Let’s start with a simple example:
> spdata <- as.data.frame(meuse[, 1:8])
cadmium copper lead zinc elev dist om ffreq x y
1 11.7 85 299 1022 7.909 0.00135803 13.6 1 181072 333611
2 8.6 81 277 1141 6.983 0.01222430 14.0 1 181025 333558
3 6.5 68 199 640 7.800 0.10302900 13.0 1 181165 333537
4 2.6 81 116 257 7.655 0.19009400 8.0 1 181298 333484
5 2.8 48 117 269 7.480 0.27709000 8.7 1 181307 333330
6 3.0 61 137 281 7.791 0.36406700 7.8 1 181390 333260
The meuse data are a set of data that describe geographically-distributed data for the river running through Northern-France and the lowlands. The data is stored in a standard R data frame, but we can consider it as ‘spatial data’ because it includes latitude (y) and longitude (x) information. The standard spatial data object is ‘Spatial’. It can be constructed from the meuse data by defining the bounding box and a valid term to define the projection (in this case sp.crs):
> sp.crs <- CRS(“+init=epsg:28992″)
> sp.mat <- cbind(spdata$x, spdata$y)
> sp.bbox <- bbox(sp.mat)
> obj.Spatial <- Spatial(bbox = sp.bbox, proj4string = sp.crs)
An object of class “Spatial”
x 178605 181390
y 329714 333611
CRS arguments: +init=epsg:28992
PROJ.4 is an external library for performing conversions between cartographic projections. R uses the string to determine the right projection method so it can draw the map correctly.
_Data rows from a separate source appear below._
import { facilitySettingsPatch } from "../../../lib/schemas/facility";
import { endpoint, requirePermission } from "../../../lib/server/guard";
import { json, readJson } from "../../../lib/server/http";
import { getFacilitySettings, saveFacilitySettings } from "../../../lib/server/services/facility-settings";

/** Any signed-in user: the zone, locale and currency every screen uses. */
export const GET = endpoint(async ({ locals }) => {
  requirePermission(locals, "read:own-account");
  return json(await getFacilitySettings());
});

/** Administrators: any of the three fields; a new zone rebuilds the per-day usage sums. */
export const PUT = endpoint(async ({ locals, request, clientAddress }) => {
  const user = requirePermission(locals, "manage:settings");
  const patch = await readJson(request, facilitySettingsPatch);
  return json(await saveFacilitySettings(patch, user, clientAddress));
});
‘Spatial’ is an abstract class and that simply defines a set of data, the subclasses that derive from it can be used in plotting and statistical processes. There are four-deriving data-types of spatial data: points, lines, polygons and grids. In this example we shall focus on just the points. Where the object only represents spatial information, we can generate a ‘SpatialPoints’ object:
> obj.sp <- SpatialPoints(sp.mat, proj4string = sp.crs)
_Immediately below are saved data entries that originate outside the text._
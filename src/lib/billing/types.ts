/**
 * What billing hands to pages, islands and API clients: rates, statements and invoices as the
 * screens show them. Plain data (instants as ISO 8601 text, days as YYYY-MM-DD, money in integer
 * minor units), so the services that build them and the screens that show them share one type.
 */
import type { Rate, RateState } from "./rates";
import type { StatementLine } from "./statement";

export type StatementStatus = "draft" | "issued" | "void";

/** The payments provider's invoice states, mirrored. Paid and void are final. */
export type InvoiceStatus = "draft" | "open" | "paid" | "void" | "uncollectible";

/** A rate on the rates screen. */
export interface RateView extends Rate {
  reagentName: string | null;
  createdAt: string;
  /** Its state today. */
  state: RateState;
}

/** A reagent a rate can be set for, with its unit and grades (the rate form's choices). */
export interface RateReagent {
  id: string;
  name: string;
  unit: "mL" | "g";
  grades: string[];
}

export interface InvoiceView {
  id: number;
  statementId: number;
  clientId: number;
  clientName: string;
  number: string | null;
  providerInvoiceId: string | null;
  hostedUrl: string | null;
  status: InvoiceStatus;
  amount_minor: number;
  currency: string;
  dueOn: string | null;
  sentAt: string | null;
  paidAt: string | null;
  paymentFailedAt: string | null;
  lastPaymentError: string | null;
  periodStart: string;
  periodEnd: string;
  statementReference: string;
  /** Before tax and the tax, minor units; null on invoices sent before tax was kept. */
  subtotal_minor: number | null;
  tax_minor: number | null;
  issuedOn: string | null;
}

export interface StatementView {
  id: number;
  reference: string;
  clientId: number;
  clientName: string;
  clientKind: "internal" | "external";
  costCentre: string | null;
  billingEmail: string | null;
  periodStart: string;
  periodEnd: string;
  status: StatementStatus;
  lines: StatementLine[];
  total_minor: number;
  currency: string;
  uncosted: string[];
  issuedAt: string | null;
  invoice: InvoiceView | null;
  /** Why the draft cannot be issued yet, if so. */
  blocker: string | null;
}

/** One active client on the period overview, with its statement if one exists. */
export interface PeriodRow {
  clientId: number;
  clientName: string;
  kind: "internal" | "external";
  costCentre: string | null;
  statementId: number | null;
  status: "none" | StatementStatus;
  total_minor: number;
  currency: string;
  invoiceStatus: InvoiceStatus | null;
}

export interface StatementSummary {
  id: number;
  reference: string;
  clientId: number;
  clientName: string;
  periodStart: string;
  periodEnd: string;
  status: StatementStatus;
  total_minor: number;
  currency: string;
  issuedAt: string | null;
  invoiceStatus: InvoiceStatus | null;
  hostedUrl: string | null;
}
If we need to include additional information (such as observations) in the object, we can use ‘SpatialPointsDataFrame’:
> obj.spdf <- SpatialPointsDataFrame(sp.mat, data = spdata, proj4string = sp.crs)
Of course, this is a useful class, so there is a quick way to create a ‘SpatialPointsDataFrame’ object from a data frame:
> obj.spdf2 <- spdata
> coordinates(obj.spdf2) <- ~x+y
> proj4string(obj.spdf2) <- sp.crs
Similarly, we can create SpatialLinesDataFrame, SpatialPolygonsDataFrame and SpatialGridDataFrame to represent lines, polygons and grids. We can use the associated ‘plot’ functions can represent the objects graphically, these can be included in many different graphical systems and elaborated in many different ways:
As is common amongst other GIS systems, R can share data by delivering data in a standard file format. One such example is the shapefile format that is developed and regulated by the Environmental Systems Research Institute (ESRI) as a mostly open specification for data interoperability. As an example the ‘maptools’ package provides functions to read and write shaplefile generated by the sp package:
> shp0 <- readShapePoly(system.file(“shapes/sids.shp”, package=”maptools”),
+ IDvar=”FIPSNO”, proj4string=CRS(“+proj=longlat +ellps=clrk66″))
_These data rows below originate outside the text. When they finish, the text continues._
/**
 * The reagent catalogue: solvents, acids, bases and buffer salts used to make
 * LC mobile phases. Every value carries the key of its source (see
 * `sources.ts`); molar masses are computed from the formula and the CIAAW
 * atomic weights, never typed in.
 */
import { ACID_SYSTEMS, type AcidSystem, type StrongIonId } from "./acid-systems";
import { molarMass } from "./formula";
import { anchoredDensity, PERRY_105, type Dippr105 } from "./liquid-density";
import type { SourceKey } from "./sources";
import { waterDensity_g_mL } from "./water";

export type PhysicalForm = "liquid" | "solid";
export type ReagentRole = "solvent" | "acid" | "base" | "salt";
export type WasteStream = "non-halogenated-organic" | "halogenated-organic" | "aqueous" | "acidic-corrosive" | "basic-corrosive";
export type GhsPictogram = "GHS01" | "GHS02" | "GHS03" | "GHS04" | "GHS05" | "GHS06" | "GHS07" | "GHS08" | "GHS09";

export interface Sourced<T> {
  value: T;
  source: SourceKey;
  note?: string;
}

export interface GhsData {
  pictograms: readonly GhsPictogram[];
  signalWord: "Danger" | "Warning" | null;
  hazardStatements: readonly string[];
  source: SourceKey;
  note?: string;
}

export interface AcidBaseData {
  /** Acid–base systems per mole of reagent (borax carries 4 boron). */
  systems: readonly { system: AcidSystem; count: number }[];
  /** Fully dissociated ions per mole of reagent. */
  ions: readonly { ion: StrongIonId; count: number }[];
}

export interface Reagent {
  /** kebab-case, stable: other tables refer to it. */
  id: string;
  name: string;
  /** Formula as weighed, water of crystallisation included. */
  formula: string;
  /** From the formula and CIAAW 2021 atomic weights. */
  molarMass_g_mol: number;
  form: PhysicalForm;
  role: ReagentRole;
  /** For liquids: g/mL at 20 and 25 °C (of the product as sold, e.g. 85 % H3PO4). */
  density_g_mL?: { at20_C?: Sourced<number>; at25_C?: Sourced<number> };
  /** Temperature dependence of the density (organic liquids: Perry's DIPPR 105 coefficients). */
  densityCorrelation?: Dippr105;
  /**
   * Typical mass fraction of the formula substance in the product as sold (85 % H3PO4, KOH pellets
   * about 85 %); used when the lot's own assay is not recorded. Absent means taken as 100 %.
   */
  purity_w_w?: Sourced<number>;
  acidBase: AcidBaseData;
  /** UV cutoff (absorbance about 1 in a 1 cm cell); for additives at the stated usual concentration. */
  uvCutoff_nm?: Sourced<number>;
  /** Snyder's polarity index P′ (solvents). */
  polarityIndex?: Sourced<number>;
  ghs: GhsData;
  wasteStream: Sourced<WasteStream>;
  /** Volatile enough for LC–MS (common practice). */
  volatile: boolean;
  flammable: boolean;
  /** A concentrated acid or base as sold: add it to water, never water to it. */
  concentrated: "acid" | "base" | null;
  flashPoint_C?: Sourced<number>;
}

type ReagentInput = Omit<Reagent, "molarMass_g_mol" | "acidBase" | "densityCorrelation"> & {
  systems?: readonly { system: AcidSystem; count: number }[] | undefined;
  ions?: readonly { ion: StrongIonId; count: number }[] | undefined;
};

const S = ACID_SYSTEMS;
const NO_GHS: GhsData = {
  pictograms: [],
  signalWord: null,
  hazardStatements: [],
  source: "CLPM",
  note: "not classified as hazardous by typical suppliers (from memory)",
};
const AQUEOUS: Sourced<WasteStream> = { value: "aqueous", source: "CPwaste" };
const ORGANIC: Sourced<WasteStream> = { value: "non-halogenated-organic", source: "CPwaste" };
const PHOSPHATE_UV: Sourced<number> = { value: 200, source: "SKD10", note: "10 mM phosphate: below 200 nm" };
> shp1 <- shp0[shp0$NAME == “Alamance”, ]
> writePolyShape(shp1, “test”)
In this example, ‘shp0’ is the ‘SpatialPolygonsDataFrame’ object we generated with sp. With the maptools package loaded we can use such an object as if it were a data.frame object. For this example, we can create ‘shp1’ by sub-setting it. Then we can use the ‘writePolyShape’ function to port this R object to a shapefile where it can use it with other GIS tools.